Speed up EVTX Parsing
Move over to https://github.com/omerbenamram/pyevtx-rs
@yampelo let me know if you need a hand with this :)
@omerbenamram It's mainly a question of do i change the output of your tool to match what i was working off of before, or do i change all the functions to match the output of your tool. For example:
proc = SysMonProc(
host=event["Computer"],
user=event["EventData_User"],
process_guid=event["EventData_ProcessGuid"],
process_id=int(event["EventData_ProcessId"]),
process_image=process_image,
process_image_path=process_path,
)
proc_file = proc.get_file_node()
proc_file.file_of[proc]
dest_addr = IPAddress(ip_address=event["EventData_DestinationIp"])

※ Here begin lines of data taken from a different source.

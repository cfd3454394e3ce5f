//! The Wald test at the unrestricted estimate.

use super::Test;
use super::point::Point;
use super::release::Release;
use crate::likelihood::Information;
use crate::math::Vector;
use crate::restriction::Sides;

/// h' [H C H']^-1 h, robust h' [H C J C H']^-1 h, with h = left - right of the tested restrictions kept.
pub(super) fn test(point: &Point, kind: Information, kept: &[usize], sides: &[Sides]) -> Result<Test, String> {
    if !point.edges.is_empty() {
        return Err(format!(
            "the unrestricted estimate is on an edge of a range ({}), where the Wald statistic has no chi-square law",
            point.edge_names().join(", ")
        ));
    }
    let release = Release::new(point, kind, kept.to_vec())?;
    let gap = |&position: &usize| {
        let side = sides[point.tested_at[position]];
        side.left - side.right
    };
    let h = Vector::from_iterator(kept.len(), kept.iter().map(gap));
    let chi_square = h.dot(&release.m_factor.solve(&h));
    if chi_square.is_finite() {
        Ok(Test::new(chi_square.max(0.0), kept.len()))
    } else {
        Err("the Wald statistic is not finite".to_string())
    }
}
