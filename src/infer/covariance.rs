//! Covariance of the estimates, and estimates with their intervals.

use super::Estimate;
use super::point::{Point, stack, symmetric};
use crate::likelihood::Information;
use crate::math::linear::symmetric_eigen;
use crate::math::{Matrix, Vector};
use crate::solve::End;

/// Standard error of a combination, over the sum of those of its terms, below which it is rounding: the combination is
/// one that the restrictions fix. A root carries some 1e-16 a term.
const CANCELLED: f64 = 1e-12;

/// A covariance of theta by its root: root root', n by the number of free directions.
pub(super) struct Covariance {
    root: Matrix,
}

impl Covariance {
    /// Under everything the fit imposes: Z (Z' I Z)^-1 Z', robust C J C. For the restricted fit (`tested` true) Z is free
    /// under all Jacobians and the observed form is -Hess of the full Lagrangian; for the unrestricted one the tested
    /// restrictions are left out of both.
    pub fn new(point: &Point, kind: Information, tested: bool) -> Result<Covariance, String> {
        let rows = if tested { stack(&point.held, &point.tested) } else { point.held.clone() };
        let multipliers = if tested { &point.fit.multipliers } else { &point.held_multipliers };
        let (mut root, parts) = point.inverse(&rows, kind, multipliers)?;
        if let Some(filling) = parts.filling {
            // C J C = R (R' J R) R', and the middle is not negative.
            let middle = symmetric(&root.tr_mul(&(filling * &root)));
            let (values, vectors) = symmetric_eigen(&middle).map_err(|error| error.to_string())?;
            root = &root * vectors * Matrix::from_diagonal(&values.map(|x| x.max(0.0).sqrt()));
        }
        let coordinates = point.likelihood.coordinates();
        if !coordinates.is_identity() {
            root = coordinates.matrix(root.nrows()) * root;
        }
        if root.iter().all(|x| x.is_finite()) {
            Ok(Covariance { root })
        } else {
            Err("the covariance is not finite".to_string())
        }
    }

    /// The matrix, n by n.
    pub fn matrix(&self) -> Matrix {
        symmetric(&(&self.root * self.root.transpose()))
    }

    /// Standard error of parameter j.
    pub fn se(&self, j: usize) -> f64 {
        self.root.row(j).norm()
    }

    /// Standard error of a quantity with this gradient (delta method).
    pub fn delta(&self, gradient: &Vector) -> f64 {
        let se = self.root.tr_mul(gradient).norm();
        let terms: f64 = gradient.iter().enumerate().map(|(j, g)| g.abs() * self.se(j)).sum();
        if se <= CANCELLED * terms { 0.0 } else { se }
    }
}

/// One line a parameter: value, standard error, value minus and plus `quantile` standard errors, unclipped.
pub(super) fn estimates(point: &Point, covariance: Option<&Covariance>, quantile: f64) -> Vec<Estimate> {
    let ends = point.ends();
    let names = point.likelihood.parameters().iter().map(|p| p.name.as_str()).enumerate();
    names.map(|(j, name)| estimate(name, point.fit.theta[j], covariance.map(|c| c.se(j)), quantile, ends[j])).collect()
}

/// One estimate from its standard error.
pub(super) fn estimate(name: &str, value: f64, se: Option<f64>, quantile: f64, edge: Option<End>) -> Estimate {
    let se = se.filter(|se| se.is_finite());
    Estimate {
        name: name.to_string(),
        value,
        se,
        lower: se.map(|se| value - quantile * se),
        upper: se.map(|se| value + quantile * se),
        edge,
    }
}
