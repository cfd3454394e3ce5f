//! A chi-square test.

use crate::math::tail::{chi_square_log10_upper, chi_square_upper};

/// A chi-square test.
#[derive(Debug, Clone, PartialEq)]
pub struct Test {
    /// The statistic.
    pub chi_square: f64,
    /// Degrees of freedom.
    pub df: usize,
    /// Upper-tail probability.
    pub p: f64,
    /// Its decimal logarithm, finite also where p underflows.
    pub log10_p: f64,
}

impl Test {
    /// The test of this statistic.
    pub fn new(chi_square: f64, df: usize) -> Test {
        let df_as_float = df as f64;
        Test {
            chi_square,
            df,
            p: chi_square_upper(chi_square, df_as_float),
            log10_p: chi_square_log10_upper(chi_square, df_as_float),
        }
    }
}
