//! The score (Lagrange-multiplier) test (Rao 1948; Silvey 1959; robust form Boos 1992). It needs the restricted fit only.

use super::point::Point;
use super::release::Release;
use super::{Test, Warning};
use crate::likelihood::Information;
use crate::math::Vector;

/// The two routes to the same statistic should agree to this, relative; both are a handful of products and one
/// factorisation away from multipliers that are certified to 1e-7.
const AGREEMENT: f64 = 1e-6;

/// The statistic by both routes.
pub(super) struct Routes {
    /// From the slope of l along the directions that the maintained restrictions leave free.
    pub slope: f64,
    /// From the multipliers.
    pub multipliers: f64,
}

impl Routes {
    /// s' C s and lambda' V lambda; robust s' C H' M^-1 H C s and (V lambda)' M^-1 (V lambda).
    pub fn new(point: &Point, kind: Information, release: &Release) -> Routes {
        let lambda = Vector::from_iterator(
            release.kept.len(),
            release.kept.iter().map(|&position| point.fit.multipliers[point.tested_at[position]]),
        );
        let by_lambda = &release.v * &lambda;
        if kind == Information::Robust {
            let by_slope = &release.h * (&release.c * &point.gradient);
            Routes {
                slope: by_slope.dot(&release.m_factor.solve(&by_slope)),
                multipliers: by_lambda.dot(&release.m_factor.solve(&by_lambda)),
            }
        } else {
            Routes { slope: (&release.c * &point.gradient).dot(&point.gradient), multipliers: lambda.dot(&by_lambda) }
        }
    }

    /// Whether they agree. A slope certified to 1e-7 a coordinate moves a statistic by twice its root times that, which
    /// outweighs the relative part for statistics near 0.
    pub fn agree(&self) -> bool {
        let size = self.slope.abs().max(self.multipliers.abs());
        (self.slope - self.multipliers).abs() <= AGREEMENT * size + 4e-7 * size.sqrt() + 1e-12
    }

    /// What to say if they do not.
    pub fn disagreement(&self) -> Option<Warning> {
        (!self.agree()).then(|| {
            let message = format!(
                "the score statistic from the slopes ({}) and from the multipliers ({}) should be equal; the problem is \
                 too ill-conditioned for this test to be trusted; rescale columns or restrictions",
                self.slope, self.multipliers
            );
            Warning::new("score-routes-disagree", message)
        })
    }
}

/// The test.
pub(super) fn test(routes: &Routes, df: usize) -> Result<Test, String> {
    if !routes.slope.is_finite() {
        return Err("the score statistic is not finite".to_string());
    }
    Ok(Test::new(routes.slope.max(0.0), df))
}
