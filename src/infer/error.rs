//! What can be wrong with a request for inference.

/// A request that cannot be met. A fit that finds no maximum is no error: its certificate says so.
#[derive(Debug, thiserror::Error)]
pub enum InferError {
    /// The confidence is not a probability.
    #[error("confidence must lie between 0 and 1, not {0}; 0.95 is usual")]
    Confidence(f64),
    /// Expected or outer-product information was asked for and the likelihood has none.
    #[error("this likelihood has no {0} information; ask for {1} instead")]
    NoInformation(&'static str, &'static str),
    /// The search was given something it cannot work with.
    #[error(transparent)]
    Solve(#[from] crate::solve::SolveError),
}
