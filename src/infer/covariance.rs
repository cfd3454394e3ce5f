//! Covariance of the estimates, and estimates with their intervals.

use super::Estimate;
use super::point::{Point, stack, symmetric};
use crate::likelihood::Information;
use crate::math::{Matrix, Vector};
use crate::solve::End;

/// Covariance of theta under everything the fit imposes: Z (Z' I Z)^-1 Z', robust C J C. For the restricted fit
/// (`tested` true) Z is free under all Jacobians and the observed form is -Hess of the full Lagrangian; for the
/// unrestricted one the tested restrictions are left out of both.
pub(super) fn covariance(point: &Point, kind: Information, tested: bool) -> Result<Matrix, String> {
    let rows = if tested { stack(&point.held, &point.tested) } else { point.held.clone() };
    let multipliers = if tested { &point.fit.multipliers } else { &point.held_multipliers };
    let (c, parts) = point.inverse(&rows, kind, multipliers)?;
    let by_phi = match parts.filling {
        Some(j) => symmetric(&(&c * j * &c)),
        None => c,
    };
    let out = symmetric(&point.likelihood.coordinates().covariance(&by_phi));
    if out.iter().all(|x| x.is_finite()) { Ok(out) } else { Err("the covariance is not finite".to_string()) }
}

/// One line a parameter: value, standard error, value minus and plus `quantile` standard errors, unclipped.
pub(super) fn estimates(point: &Point, covariance: Option<&Matrix>, quantile: f64) -> Vec<Estimate> {
    let ends = point.ends();
    let names = point.likelihood.parameters().iter().map(|p| p.name.as_str()).enumerate();
    names
        .map(|(j, name)| estimate(name, point.fit.theta[j], covariance.map(|c| c[(j, j)]), quantile, ends[j]))
        .collect()
}

/// One estimate from its variance.
pub(super) fn estimate(name: &str, value: f64, variance: Option<f64>, quantile: f64, edge: Option<End>) -> Estimate {
    let se = variance.map(|v| v.max(0.0).sqrt()).filter(|se| se.is_finite());
    Estimate {
        name: name.to_string(),
        value,
        se,
        lower: se.map(|se| value - quantile * se),
        upper: se.map(|se| value + quantile * se),
        edge,
    }
}

/// The variance of a quantity with this gradient (delta method); 0 where its terms cancel to rounding, as they do for a
/// quantity that the restrictions fix.
pub(super) fn delta(gradient: &Vector, covariance: &Matrix) -> f64 {
    let variance = (covariance * gradient).dot(gradient);
    let terms = (covariance.abs() * gradient.abs()).dot(&gradient.abs());
    if variance.abs() <= 1e-13 * terms { 0.0 } else { variance }
}
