//! Multipliers with their standard errors: which restriction is to blame, and in which direction.

use super::Multiplier;
use super::release::Release;
use crate::math::Matrix;
use crate::math::tail::normal_two_sided;
use crate::restriction::{Role, Sides, System};
use crate::solve::Fit;

impl Multiplier {
    /// Probability of a pull at least this strong in its own direction, were the restriction true: half of `p`.
    pub fn one_sided(&self) -> Option<f64> {
        self.p.map(|p| p / 2.0)
    }
}

/// Cov(lambda) = V^-1, robust V^-1 M V^-1, over the rows kept.
pub(super) fn covariance(release: &Release) -> Matrix {
    release.v_factor.solve(&release.v_factor.solve(&release.m).transpose())
}

/// One line a restriction of `system`, in its order, from `fit`, which imposed exactly these. `release` is given for
/// the restricted fit, with the reason where it could not be made.
pub(super) fn lines(
    system: &System,
    fit: &Fit,
    release: Option<&Result<Release, String>>,
    gaps: Result<&[Sides], &str>,
) -> Vec<Multiplier> {
    let covariance = release.and_then(|r| r.as_ref().ok()).map(|r| (r, covariance(r)));
    let mut position = 0;
    let mut out = Vec::new();
    for (i, item) in system.items().iter().enumerate() {
        let redundant = fit.redundant.contains(&i);
        let mut line = Multiplier {
            name: item.name.clone(),
            role: item.role,
            equation: item.equation.clone(),
            value: Some(fit.multipliers[i]).filter(|x| x.is_finite() && !redundant),
            se: None,
            z: None,
            p: None,
            gap: gaps.ok().map(|g| g[i].left - g[i].right).filter(|x| x.is_finite()),
            reason: None,
            gap_reason: gaps.err().map(str::to_string),
        };
        if redundant {
            line.reason = Some("it follows from the other restrictions, so its multiplier is undetermined".to_string());
        }
        if item.role == Role::Tested {
            match (release, &covariance) {
                (Some(Ok(_)), Some((release, covariance))) => {
                    match release.kept.iter().position(|&kept| kept == position) {
                        Some(row) => {
                            let se = covariance[(row, row)].max(0.0).sqrt();
                            line.se = Some(se).filter(|se| se.is_finite());
                            line.z = line.value.zip(line.se).map(|(value, se)| value / se).filter(|z| z.is_finite());
                            line.p = line.z.map(normal_two_sided);
                        }
                        None => {
                            line.value = None;
                            line.reason = Some(
                                "it follows from the other restrictions, so its multiplier is undetermined".to_string(),
                            );
                        }
                    }
                }
                (Some(Err(reason)), _) if line.reason.is_none() => line.reason = Some(reason.clone()),
                _ => {}
            }
            position += 1;
        } else if line.reason.is_none() {
            line.reason = Some("always imposed, not tested".to_string());
        }
        out.push(line);
    }
    out
}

proc.connected_to[dest_addr].append(
timestamp=event["EventData_UtcTime"],
port=event["EventData_DestinationPort"],
protocol=event["EventData_Protocol"],
)
if event.get("EventData_DestinationHostname"):
hostname = Domain(event["EventData_DestinationHostname"])
hostname.resolves_to[dest_addr].append(timestamp=event["EventData_UtcTime"])
return (proc, proc_file, dest_addr, hostname)
return (proc, proc_file, dest_addr)
Works off of this: https://github.com/yampelo/beagle/blob/master/beagle/datasources/win_evtx.py#L58
@yampelo The nice thing is that my package already produces valid JSON in rust, so most of the code that is currently here https://github.com/yampelo/beagle/blob/master/beagle/datasources/win_evtx.py#L78 will go away (replaced with json.loads).
As for these snippets - to be compatible with my output, it's merely changing event["EventData_UtcTime"] to event["EventData"]["UtcTime"] (which is the way they are actually represented in the event), but you could also adapt the json output to be flat to match the current code, I think the former option is slightly nicer but both should do the trick.
You could use a snippet that flattens the data (eg https://stackoverflow.com/questions/6027558/flatten-nested-dictionaries-compressing-keys) to basically make this drop in.
So it's really up to you :) But if I could help in any ways id be willing to see this go through, you'd be very surprised with the performance difference if you haven't tried this already.